BEGIN Exercise material
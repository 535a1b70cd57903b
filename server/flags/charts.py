"""The small plot of a drift flag, from the compact grid kept in its evidence."""

from __future__ import annotations

from typing import Any

import plotly.graph_objects as go

from server.calibrations.charts import BAND, CURVE, FONT, TOLERANCE


def drift_figure(evidence: dict[str, Any]) -> go.Figure | None:
    """Deviation (current - previous) against reading, the simultaneous band around 0 and the
    drift limit; None when the evidence has no grid."""
    grid = evidence.get("grid") or {}
    reading = grid.get("reading") or []
    deviation = grid.get("deviation") or []
    band = grid.get("band") or []
    if not reading or len(reading) != len(deviation):
        return None
    vu, ru = evidence.get("value_unit", ""), evidence.get("reading_unit", "")
    fig = go.Figure()
    if band and len(band) == len(reading):
        upper = [b if b is not None else 0.0 for b in band]
        fig.add_trace(
            go.Scatter(
                x=reading + reading[::-1],
                y=upper + [-b for b in upper[::-1]],
                fill="toself",
                fillcolor=BAND,
                line={"width": 0},
                hoverinfo="skip",
                name=f"simultaneous {evidence.get('level', 0.95):.0%} band",
            )
        )
    fig.add_trace(
        go.Scatter(
            x=reading,
            y=deviation,
            mode="lines",
            line={"color": CURVE, "width": 2},
            name="deviation",
            hovertemplate=f"%{{x:.4g}} {ru}: %{{y:+.3g}} {vu}<extra></extra>",
        )
    )
    limit = evidence.get("drift_limit")
    if limit:
        for sign in (1, -1):
            fig.add_trace(
                go.Scatter(
                    x=[reading[0], reading[-1]],
                    y=[sign * limit, sign * limit],
                    mode="lines",
                    line={"color": TOLERANCE, "width": 1.5, "dash": "dash"},
                    name=f"drift limit ±{limit:g} {vu}",
                    showlegend=sign == 1,
                    hoverinfo="skip",
                )
            )
    axis = {
        "showgrid": True,
        "gridcolor": "#e3e7ee",
        "zeroline": True,
        "zerolinecolor": "#9aa3b2",
        "showline": True,
        "linecolor": "#9aa3b2",
        "automargin": True,
    }
    fig.update_layout(
        template="none",
        height=220,
        margin={"l": 8, "r": 8, "t": 28, "b": 8},
        font={"family": FONT, "size": 12, "color": "#1d2433"},
        paper_bgcolor="#ffffff",
        plot_bgcolor="#ffffff",
        showlegend=True,
        legend={"orientation": "h", "x": 0, "y": 1.02, "yanchor": "bottom", "font": {"size": 11}},
        xaxis={**axis, "title": {"text": f"reading ({ru})"}},
        yaxis={**axis, "title": {"text": f"current − previous ({vu})"}},
    )
    return fig
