"""Request and response shapes for flags and installation events."""

from __future__ import annotations

from datetime import datetime
from typing import Any

from pydantic import AwareDatetime, BaseModel, ConfigDict, Field

from server.flags.models import EventKind, FlagKind, Severity


class FlagRead(BaseModel):
    """A flag on a unit. ``open``: its condition still holds (acknowledging does not close it)."""

    id: int
    unit: str = Field(description="the unit's serial")
    kind: FlagKind
    severity: Severity
    message: str = Field(description="one line, with units")
    detail: str = Field(description="the same line as message (the API sketch's name)")
    evidence: dict[str, Any] = Field(description="the numbers behind the flag, value units")
    raised_at: datetime
    open: bool
    closed_at: datetime | None
    acknowledged_by: str | None
    acknowledged_at: datetime | None
    note: str | None = Field(description="the acknowledgement's note")


class Acknowledge(BaseModel):
    """What was done or decided about a flag."""

    model_config = ConfigDict(extra="forbid")

    note: str = Field(min_length=1, max_length=2000)


class EventCreate(BaseModel):
    """A unit installed at a location, or removed from where it was."""

    model_config = ConfigDict(extra="forbid")

    kind: EventKind
    location: str | None = Field(
        None, max_length=128, description="where it went in; needed when installed"
    )
    at: AwareDatetime = Field(description="when, with a time zone")
    note: str | None = Field(None, max_length=2000)


class EventRead(BaseModel):
    id: int
    unit: str
    kind: EventKind
    location: str | None
    at: datetime
    recorded_by: str | None
    note: str | None
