"""JSON API for flags and installation events (/api/v1)."""

from __future__ import annotations

from typing import Annotated

from fastapi import APIRouter, Depends, Query

from server.accounts.deps import ApiTechnician, ApiViewer
from server.db import RowId, SessionDep
from server.flags import service
from server.flags.models import FlagKind
from server.flags.schemas import Acknowledge, EventCreate, EventRead, FlagRead
from server.fleet.service import get_unit
from server.pagination import Page, PageParams, page_params

router = APIRouter(prefix="/api/v1", tags=["flags"])


@router.get("/flags")
def list_flags(
    session: SessionDep,
    user: ApiViewer,
    page: Annotated[PageParams, Depends(page_params)],
    kind: FlagKind | None = None,
    sensor_type: Annotated[str | None, Query(description="a sensor type's name")] = None,
    open: Annotated[
        bool | None,
        Query(description="true: the condition still holds (acknowledged or not); false: closed"),
    ] = None,
    acknowledged: Annotated[bool | None, Query(description="someone acknowledged it")] = None,
) -> Page[FlagRead]:
    """Flags, open first then newest, filtered by kind, sensor type, open and acknowledged."""
    flags, total = service.list_flags(
        session, page, kind=kind, sensor_type=sensor_type, open_=open, acknowledged=acknowledged
    )
    return Page(
        items=[service.flag_read(f) for f in flags],
        total=total,
        page=page.page,
        per_page=page.per_page,
    )


@router.post("/flags/{flag_id}/acknowledge")
def acknowledge_flag(
    flag_id: RowId, data: Acknowledge, session: SessionDep, user: ApiTechnician
) -> FlagRead:
    """Acknowledge a flag with a note (technician); who and when are kept. It stays open while
    its condition holds."""
    flag = service.acknowledge(session, service.get_flag(session, flag_id), data.note, user.name)
    session.commit()
    return service.flag_read(flag)


@router.post("/units/{serial}/events", status_code=201)
def create_event(
    serial: str, data: EventCreate, session: SessionDep, user: ApiTechnician
) -> EventRead:
    """Record a unit installed at a location or removed (technician); flags are recomputed."""
    unit = get_unit(session, serial)
    event = service.create_event(session, unit, data, recorded_by=user.name)
    service.recompute_flags(session, unit.sensor_type, units=[unit])
    session.commit()
    return service.event_read(event)


@router.get("/units/{serial}/events")
def list_events(
    serial: str,
    session: SessionDep,
    user: ApiViewer,
    page: Annotated[PageParams, Depends(page_params)],
) -> Page[EventRead]:
    """The unit's installation events, oldest first."""
    events = service.list_events(session, get_unit(session, serial))
    return Page(
        items=[service.event_read(e) for e in events[page.offset :][: page.per_page]],
        total=len(events),
        page=page.page,
        per_page=page.per_page,
    )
END Exercise material
▶ [What this task involves]: All the data above should be set down a second time, exactly.

▶ [Result for this exercise]:
repository 535a1b70cd57903b
filename server/flags/charts.py
"""The small plot of a drift flag, from the compact grid kept in its evidence."""

from __future__ import annotations

from typing import Any

import plotly.graph_objects as go

from server.calibrations.charts import BAND, CURVE, FONT, TOLERANCE


def drift_figure(evidence: dict[str, Any]) -> go.Figure | None:
    """Deviation (current - previous) against reading, the simultaneous band around 0 and the
    drift limit; None when the evidence has no grid."""
    grid = evidence.get("grid") or {}
    reading = grid.get("reading") or []
    deviation = grid.get("deviation") or []
    band = grid.get("band") or []
    if not reading or len(reading) != len(deviation):
        return None
    vu, ru = evidence.get("value_unit", ""), evidence.get("reading_unit", "")
    fig = go.Figure()
    if band and len(band) == len(reading):
        upper = [b if b is not None else 0.0 for b in band]
        fig.add_trace(
            go.Scatter(
                x=reading + reading[::-1],
                y=upper + [-b for b in upper[::-1]],
                fill="toself",
                fillcolor=BAND,
                line={"width": 0},
                hoverinfo="skip",
                name=f"simultaneous {evidence.get('level', 0.95):.0%} band",
            )
        )
    fig.add_trace(
        go.Scatter(
            x=reading,
            y=deviation,
            mode="lines",
            line={"color": CURVE, "width": 2},
            name="deviation",
            hovertemplate=f"%{{x:.4g}} {ru}: %{{y:+.3g}} {vu}<extra></extra>",
        )
    )
    limit = evidence.get("drift_limit")
    if limit:
        for sign in (1, -1):
            fig.add_trace(
                go.Scatter(
                    x=[reading[0], reading[-1]],
                    y=[sign * limit, sign * limit],
                    mode="lines",
                    line={"color": TOLERANCE, "width": 1.5, "dash": "dash"},
                    name=f"drift limit ±{limit:g} {vu}",
                    showlegend=sign == 1,
                    hoverinfo="skip",
                )
            )
    axis = {
        "showgrid": True,
        "gridcolor": "#e3e7ee",
        "zeroline": True,
        "zerolinecolor": "#9aa3b2",
        "showline": True,
        "linecolor": "#9aa3b2",
        "automargin": True,
    }
    fig.update_layout(
        template="none",
        height=220,
        margin={"l": 8, "r": 8, "t": 28, "b": 8},
        font={"family": FONT, "size": 12, "color": "#1d2433"},
        paper_bgcolor="#ffffff",
        plot_bgcolor="#ffffff",
        showlegend=True,
        legend={"orientation": "h", "x": 0, "y": 1.02, "yanchor": "bottom", "font": {"size": 11}},
        xaxis={**axis, "title": {"text": f"reading ({ru})"}},
        yaxis={**axis, "title": {"text": f"current − previous ({vu})"}},
    )
    return fig
"""Request and response shapes for flags and installation events."""

from __future__ import annotations

from datetime import datetime
from typing import Any

from pydantic import AwareDatetime, BaseModel, ConfigDict, Field

from server.flags.models import EventKind, FlagKind, Severity


class FlagRead(BaseModel):
    """A flag on a unit. ``open``: its condition still holds (acknowledging does not close it)."""

    id: int
    unit: str = Field(description="the unit's serial")
    kind: FlagKind
    severity: Severity
    message: str = Field(description="one line, with units")
    detail: str = Field(description="the same line as message (the API sketch's name)")
    evidence: dict[str, Any] = Field(description="the numbers behind the flag, value units")
    raised_at: datetime
    open: bool
    closed_at: datetime | None
    acknowledged_by: str | None
    acknowledged_at: datetime | None
    note: str | None = Field(description="the acknowledgement's note")


class Acknowledge(BaseModel):
    """What was done or decided about a flag."""

    model_config = ConfigDict(extra="forbid")

    note: str = Field(min_length=1, max_length=2000)


class EventCreate(BaseModel):
    """A unit installed at a location, or removed from where it was."""

    model_config = ConfigDict(extra="forbid")

    kind: EventKind
    location: str | None = Field(
        None, max_length=128, description="where it went in; needed when installed"
    )
    at: AwareDatetime = Field(description="when, with a time zone")
    note: str | None = Field(None, max_length=2000)


class EventRead(BaseModel):
    id: int
    unit: str
    kind: EventKind
    location: str | None
    at: datetime
    recorded_by: str | None
    note: str | None
"""JSON API for flags and installation events (/api/v1)."""

from __future__ import annotations

from typing import Annotated

from fastapi import APIRouter, Depends, Query

from server.accounts.deps import ApiTechnician, ApiViewer
from server.db import RowId, SessionDep
from server.flags import service
from server.flags.models import FlagKind
from server.flags.schemas import Acknowledge, EventCreate, EventRead, FlagRead
from server.fleet.service import get_unit
from server.pagination import Page, PageParams, page_params

router = APIRouter(prefix="/api/v1", tags=["flags"])


@router.get("/flags")
def list_flags(
    session: SessionDep,
    user: ApiViewer,
    page: Annotated[PageParams, Depends(page_params)],
    kind: FlagKind | None = None,
    sensor_type: Annotated[str | None, Query(description="a sensor type's name")] = None,
    open: Annotated[
        bool | None,
        Query(description="true: the condition still holds (acknowledged or not); false: closed"),
    ] = None,
    acknowledged: Annotated[bool | None, Query(description="someone acknowledged it")] = None,
) -> Page[FlagRead]:
    """Flags, open first then newest, filtered by kind, sensor type, open and acknowledged."""
    flags, total = service.list_flags(
        session, page, kind=kind, sensor_type=sensor_type, open_=open, acknowledged=acknowledged
    )
    return Page(
        items=[service.flag_read(f) for f in flags],
        total=total,
        page=page.page,
        per_page=page.per_page,
    )


@router.post("/flags/{flag_id}/acknowledge")
def acknowledge_flag(
    flag_id: RowId, data: Acknowledge, session: SessionDep, user: ApiTechnician
) -> FlagRead:
    """Acknowledge a flag with a note (technician); who and when are kept. It stays open while
    its condition holds."""
    flag = service.acknowledge(session, service.get_flag(session, flag_id), data.note, user.name)
    session.commit()
    return service.flag_read(flag)


@router.post("/units/{serial}/events", status_code=201)
def create_event(
    serial: str, data: EventCreate, session: SessionDep, user: ApiTechnician
) -> EventRead:
    """Record a unit installed at a location or removed (technician); flags are recomputed."""
    unit = get_unit(session, serial)
    event = service.create_event(session, unit, data, recorded_by=user.name)
    service.recompute_flags(session, unit.sensor_type, units=[unit])
    session.commit()
    return service.event_read(event)


@router.get("/units/{serial}/events")
def list_events(
    serial: str,
    session: SessionDep,
    user: ApiViewer,
    page: Annotated[PageParams, Depends(page_params)],
) -> Page[EventRead]:
    """The unit's installation events, oldest first."""
    events = service.list_events(session, get_unit(session, serial))
    return Page(
        items=[service.event_read(e) for e in events[page.offset :][: page.per_page]],
        total=len(events),
        page=page.page,
        per_page=page.per_page,
    )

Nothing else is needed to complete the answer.